Special dressings — known as silicon dressings — are good at trapping moisture, as are silicon gel or gel sheets.
"They've certainly been proven to work well to trap moisture and help scars heal as well as possible — but their effect has nothing to do with silicon itself," Dr Artemi said.
"As a result you could probably achieve the same thing by applying a good smear of Vaseline or any dressing that prevents air reaching the wound and drying it out.
"Such silicone or other occlusive dressings should only be used on clean wounds, where there is low risk of infection."
Dr Artemi says they provide most benefit in the first 12 weeks of use, although in some cases their use may be recommended for six to 12 months.
"It's important to remember that even with an occlusive dressing, a scar will take many months, and sometimes more than a year, to naturally fade to its end point," he said.
"If you are unhappy about a scars redness, bumpiness or thickness it's time to consult a dermatologist to discuss possible options such as an appropriate laser source, micro-needling or injectable treatment."
Dealing with acne scars
When it comes to scars caused by acne, treatment options are not always straight forward.
Acne scarring consists of many different types of scarring including ice-pick scars, pock-like scars, deep depression and areas of skin thickening [also known as termed keloid].
Each scar responds differently and as a result combination treatments are required, according to each patients needs and the severity of the scarring.
These treatments are undertaken by a dermatologist and might include micro-needling, fractional laser treatment, subcision, chemical reconstruction of skin scars or injected dermal fillers.
Depending on your skin type and the degree of scarring, combination treatment for acne scarring can result in a 30 to 60 per cent improvement.
And yes, picking and squeezing your pimples, or picking at the scab of a healing wound, will only make scars worse.
Some people scar worse than others
But some people will have worse than usual scars despite doing all the right things.
Scars are more of an issue for people:
- Who are Asian or who have dark skin — it is not just their skin colour, but other biochemical differences including the fact cells that make collagen are over-reactive;
- Aged between 10 and 30 — especially those who do not have a genetic tendency for skin that heals well;
- Who have a wound on certain parts of their body for example the upper trunk, around the ear lobes or jaw line, or where movement puts extra tension on the scar.

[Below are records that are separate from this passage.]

//! The typed syntax tree of a recipe. Every node carries the byte span of
//! the source text it came from, for diagnostics.

/// Byte offsets [start, end) into the recipe text.
#[derive(Debug, Clone, Copy, PartialEq, Eq, Default)]
pub struct Span {
    /// The first byte.
    pub start: usize,
    /// One past the last byte.
    pub end: usize,
}

impl Span {
    /// The span from `start` to `end`.
    pub fn new(start: usize, end: usize) -> Span {
        Span { start, end }
    }

    /// The smallest span covering both.
    pub fn to(self, other: Span) -> Span {
        Span {
            start: self.start.min(other.start),
            end: self.end.max(other.end),
        }
    }
}

/// A value with the span it was written at.
#[derive(Debug, Clone, PartialEq)]
pub struct Spanned<T> {
    /// The value.
    pub value: T,
    /// Where it was written.
    pub span: Span,
}

/// A column named bare (`weight_kg`) or in braces (`{Net weight (g)}`).
#[derive(Debug, Clone, PartialEq)]
pub struct ColumnRef {
    /// The header as written, without braces.
    pub name: String,
    /// Written in braces (so it may hold any text).
    pub braced: bool,
    /// Where it was written.
    pub span: Span,
}

#[derive(Debug, Clone, Copy, PartialEq, Eq)]
/// A binary operator: arithmetic, comparison or logic.
pub enum BinaryOp {
    /// `+`
    Add,
    /// `-`
    Subtract,
    /// `*`
    Multiply,
    /// `/`
    Divide,
    /// `^`
    Power,
    /// `<`
    Less,
    /// `<=`
    LessEqual,
    /// `>`
    Greater,
    /// `>=`
    GreaterEqual,
    /// `==`
    Equal,
    /// `!=`
    NotEqual,
    /// `and` (three-valued: false and missing is false).
    And,
    /// `or` (three-valued: true or missing is true).
    Or,
}

impl BinaryOp {
    /// The operator as a recipe writes it.
    pub fn symbol(self) -> &'static str {
        match self {
            BinaryOp::Add => "+",
            BinaryOp::Subtract => "-",
            BinaryOp::Multiply => "*",
            BinaryOp::Divide => "/",
            BinaryOp::Power => "^",
            BinaryOp::Less => "<",
            BinaryOp::LessEqual => "<=",
            BinaryOp::Greater => ">",
            BinaryOp::GreaterEqual => ">=",
            BinaryOp::Equal => "==",
            BinaryOp::NotEqual => "!=",
            BinaryOp::And => "and",
            BinaryOp::Or => "or",
        }
    }

    /// Binding strength; higher binds tighter.
    pub fn precedence(self) -> u8 {
        match self {
            BinaryOp::Or => 1,
            BinaryOp::And => 2,
            BinaryOp::Less
            | BinaryOp::LessEqual
            | BinaryOp::Greater
            | BinaryOp::GreaterEqual
            | BinaryOp::Equal
            | BinaryOp::NotEqual => 4,
            BinaryOp::Add | BinaryOp::Subtract => 5,
            BinaryOp::Multiply | BinaryOp::Divide => 6,
            BinaryOp::Power => 8,
        }
    }

    /// `<`, `<=`, `>`, `>=`, `==` or `!=`: gives true or false.
    pub fn is_comparison(self) -> bool {
        self.precedence() == 4
    }

    /// `and` or `or`: combines conditions.
    pub fn is_logical(self) -> bool {
        matches!(self, BinaryOp::And | BinaryOp::Or)
    }
}

#[derive(Debug, Clone, Copy, PartialEq, Eq)]
/// A prefix operator.
pub enum UnaryOp {
    /// `-x`
    Negate,
    /// `not c`
    Not,
}

#[derive(Debug, Clone, PartialEq)]
/// What an expression is.
pub enum ExprKind {
    /// A number as written (`12`, `-3.5`, `1e-3`).
    Number(f64),
    /// `10%`, stored as written (10); its value is a hundredth of that.
    Percent(f64),
    /// A string in double quotes.
    Text(String),
    /// `date "2026-10-01"`, held as its spreadsheet serial (days since
    /// 1899-12-30), the same number a date cell holds.
    Date(f64),
    /// A column or `let`.
    Column(ColumnRef),
    /// A function call (`mean(x)`, `percentile(x, 90, hf6)`).
    Call {
        /// The function's name.
        function: Spanned<String>,
        /// The arguments: the column first, then numbers and option words.
        args: Vec<Expr>,
    },
    /// `-x` or `not c`.
    Unary {
        /// The operator.
        op: UnaryOp,
        /// What it applies to.
        operand: Box<Expr>,
    },
    /// Two operands joined by an operator.
    Binary {
        /// The operator.
        op: BinaryOp,
        /// The left operand.
        left: Box<Expr>,
        /// The right operand.
        right: Box<Expr>,
    },
    /// `if C then A else B`.
    If {
        /// The condition.
        condition: Box<Expr>,
        /// The value where it holds.
        then: Box<Expr>,
        /// The value where it does not.
        otherwise: Box<Expr>,
    },
}

#[derive(Debug, Clone, PartialEq)]
/// An expression with its place in the recipe.
pub struct Expr {
    /// What it is.
    pub kind: ExprKind,
    /// Where it was written.
    pub span: Span,
}

impl Expr {
    /// The direct sub-expressions.
    pub fn children(&self) -> Vec<&Expr> {
        match &self.kind {
            ExprKind::Number(_)
            | ExprKind::Percent(_)
            | ExprKind::Text(_)
            | ExprKind::Date(_)
            | ExprKind::Column(_) => vec![],
            ExprKind::Call { args, .. } => args.iter().collect(),
            ExprKind::Unary { operand, .. } => vec![operand],
            ExprKind::Binary { left, right, .. } => vec![left, right],
            ExprKind::If {
                condition,
                then,
                otherwise,
            } => vec![condition, then, otherwise],
        }
    }

    fn children_mut(&mut self) -> Vec<&mut Expr> {
        match &mut self.kind {
            ExprKind::Number(_)
            | ExprKind::Percent(_)
            | ExprKind::Text(_)
            | ExprKind::Date(_)
            | ExprKind::Column(_) => vec![],
            ExprKind::Call { args, .. } => args.iter_mut().collect(),
            ExprKind::Unary { operand, .. } => vec![operand],
            ExprKind::Binary { left, right, .. } => vec![left, right],
            ExprKind::If {
                condition,
                then,
                otherwise,
            } => vec![condition, then, otherwise],
        }
    }

    /// Depth of the tree, counted without recursion (so a hostile recipe
    /// cannot overflow the stack here).
    pub fn depth(&self) -> usize {
        let mut deepest = 0;
        let mut stack = vec![(self, 1)];
        while let Some((e, d)) = stack.pop() {
            deepest = deepest.max(d);
            stack.extend(e.children().into_iter().map(|c| (c, d + 1)));
        }
        deepest
    }

    fn clear_spans(&mut self) {
        self.span = Span::default();
        match &mut self.kind {
            ExprKind::Column(c) => c.span = Span::default(),
            ExprKind::Call { function, .. } => function.span = Span::default(),
            _ => {}
        }
        for child in self.children_mut() {
            child.clear_spans();
        }
    }
}

#[derive(Debug, Clone, Copy, PartialEq, Eq)]
/// What a check's failure does.
pub enum CheckLevel {
    /// `warn`: listed, exit status 0.
    Warn,
    /// `fail`: listed, exit status 1.
    Fail,
}

#[derive(Debug, Clone, PartialEq)]
/// How a histogram's bins are chosen.
pub enum Bins {
    /// A rule by name (`freedman_diaconis`, `sturges`, ...).
    Rule(String),
    /// A fixed number of bins.
    Count(u32),
}

/// A setting of the `input` line about how to read the file.
#[derive(Debug, Clone, PartialEq)]
pub enum ReadSetting {
    /// `decimal comma` or `decimal point`.
    Decimal(char),
    /// `thousands "."`, or `thousands none`.
    Thousands(Option<char>),
    /// `encoding "windows-1252"`.
    Encoding(String),
    /// `keep summary rows`: rows such as Total at the bottom stay data.
    KeepSummaryRows,
    /// `merge similar keys`: keys differing only in case or inner spaces are one.
    MergeSimilarKeys,
}

#[derive(Debug, Clone, PartialEq)]
/// One `name = expr` line of a `figures` block.
pub struct Figure {
    /// The figure's name.
    pub name: Spanned<String>,
    /// Its expression, one value per group.
    pub value: Expr,
}

#[derive(Debug, Clone, PartialEq)]
/// What a statement says.
pub enum StatementKind {
    /// `title "..."`: the result's title.
    Title(Spanned<String>),
    /// `input sheet "S", header row N, ...`: where and how to read the data.
    Input {
        /// The sheet to read; the first sheet when absent.
        sheet: Option<Spanned<String>>,
        /// The header row (1-based); found when absent.
        header_row: Option<Spanned<u32>>,
        /// How to read the file's text: number marks, encoding, rows, keys.
        reading: Vec<Spanned<ReadSetting>>,
    },
    /// `header weight_mg or {Weight (mg)} or {Weight [mg]}`: a column the
    /// recipe calls by its first name, whose header may be any of the names.
    Header {
        /// The names, the first being what the recipe calls it.
        names: Vec<ColumnRef>,
    },
    /// `let name = expr`: a derived column, row by row.
    Let {
        /// The new column's name.
        name: Spanned<String>,
        /// Its expression.
        value: Expr,
    },
    /// `rows where COND`: a filter for every block below it.
    RowsWhere(Expr),
    /// `panel "NAME" of COLS [per KEYS] [where COND]:` the standard panel.
    Panel {
        /// The panel's name.
        name: Spanned<String>,
        /// The columns summarised.
        columns: Vec<ColumnRef>,
        /// The group keys.
        per: Vec<ColumnRef>,
        /// The block's own row filter.
        filter: Option<Expr>,
    },
    /// `figures "NAME" [per KEYS] [where COND]:` named figures.
    Figures {
        /// The block's name.
        name: Spanned<String>,
        /// The group keys.
        per: Vec<ColumnRef>,
        /// The block's own row filter.
        filter: Option<Expr>,
        /// Its `name = expr` lines.
        figures: Vec<Figure>,
    },
    /// `check "NAME" warn|fail [per KEYS]: COND`.
    Check {
        /// The check's name.
        name: Spanned<String>,
        /// `warn` or `fail`.
        level: CheckLevel,
        /// The group keys (checked overall too).
        per: Vec<ColumnRef>,
        /// The condition.
        condition: Expr,
    },
    /// `histogram COL [per KEYS] [, bins RULE|N]`.
    Histogram {
        /// The column drawn.
        column: ColumnRef,
        /// One chart per group.
        per: Vec<ColumnRef>,
        /// The bin rule or count; Sturges when absent.
        bins: Option<Spanned<Bins>>,
    },
    /// The period this data covers, when the file name does not say.
    Period(Spanned<String>),
    /// `period from COLUMN`: the period is the month of the dates (or the
    /// period written as text) in a column of the data; it wins over the
    /// file name.
    PeriodFrom(ColumnRef),
    /// `noise 3 se`: how many standard errors of the change a figure that
    /// has one must move, beside the drift, to be flagged.
    Noise(Spanned<f64>),
    /// How large a relative change to the previous period is flagged: the
    /// number as written and whether it was a percentage.
    Drift(Spanned<(f64, bool)>),
    /// `boxplot COL [per KEYS]`: one box per group.
    Boxplot {
        /// The column drawn.
        column: ColumnRef,
        /// A box per group.
        per: Vec<ColumnRef>,
    },
    /// How a column is named in chart titles, on axes and in tables (its
    /// units, say); presentation only, so not part of the fingerprint.
    Label {
        /// The column labelled.
        column: ColumnRef,
        /// The label.
        text: Spanned<String>,
    },
}

#[derive(Debug, Clone, PartialEq)]
/// A statement with its place in the recipe.
pub struct Statement {
    /// What it says.
    pub kind: StatementKind,
    /// Its lines in the recipe.
    pub span: Span,
}

#[derive(Debug, Clone, PartialEq, Default)]
/// A parsed recipe: its statements in order.
pub struct Recipe {
    /// The statements, in the recipe's order.
    pub statements: Vec<Statement>,
}

impl Recipe {
    /// The same tree with every span zeroed: two recipes that differ only
    /// in layout compare equal this way.
    pub fn without_spans(&self) -> Recipe {
        let mut copy = self.clone();
        let zero = Span::default();
        for statement in &mut copy.statements {
            statement.span = zero;
            let clear_columns =
                |cols: &mut Vec<ColumnRef>| cols.iter_mut().for_each(|c| c.span = zero);
            match &mut statement.kind {
                StatementKind::Title(t) => t.span = zero,
                StatementKind::Input {
                    sheet,
                    header_row,
                    reading,
                } => {
                    if let Some(s) = sheet {
                        s.span = zero;
                    }
                    if let Some(h) = header_row {
                        h.span = zero;
                    }
                    reading.iter_mut().for_each(|r| r.span = zero);
                }
                StatementKind::Header { names } => clear_columns(names),
                StatementKind::Let { name, value } => {
                    name.span = zero;
                    value.clear_spans();
                }
                StatementKind::RowsWhere(e) => e.clear_spans(),
                StatementKind::Panel {
                    name,
                    columns,
                    per,
                    filter,
                } => {
                    name.span = zero;
                    clear_columns(columns);
                    clear_columns(per);
                    if let Some(f) = filter {
                        f.clear_spans();
                    }
                }
                StatementKind::Figures {
                    name,
                    per,
                    filter,
                    figures,
                } => {
                    name.span = zero;
                    clear_columns(per);
                    if let Some(f) = filter {
                        f.clear_spans();
                    }
                    for figure in figures {
                        figure.name.span = zero;
                        figure.value.clear_spans();
                    }
                }
                StatementKind::Check {
                    name,
                    per,
                    condition,
                    ..
                } => {
                    name.span = zero;
                    clear_columns(per);
                    condition.clear_spans();
                }
                StatementKind::Histogram { column, per, bins } => {
                    column.span = zero;
                    clear_columns(per);
                    if let Some(b) = bins {
                        b.span = zero;
                    }
                }
                StatementKind::Boxplot { column, per } => {
                    column.span = zero;
                    clear_columns(per);
                }
                StatementKind::Period(p) => p.span = zero,
                StatementKind::PeriodFrom(c) => c.span = zero,
                StatementKind::Noise(n) => n.span = zero,
                StatementKind::Drift(d) => d.span = zero,
                StatementKind::Label { column, text } => {
                    column.span = zero;
                    text.span = zero;
                }
            }
        }
        copy
    }
}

But whether your scar is at the good or bad end of the scale, the evidence suggests spending your hard-earned cash on vitamin E won't make a jot of difference.
"You're just wasting your money," Dr Artemi says.
Dr Phillip Artemi is a Sydney Dermatologist in private practice. In the past he has served as Honorary Secretary, Director of Training (NSW) and Chairman of the Teaching and Learning Committee of the Australasian College of Dermatologists.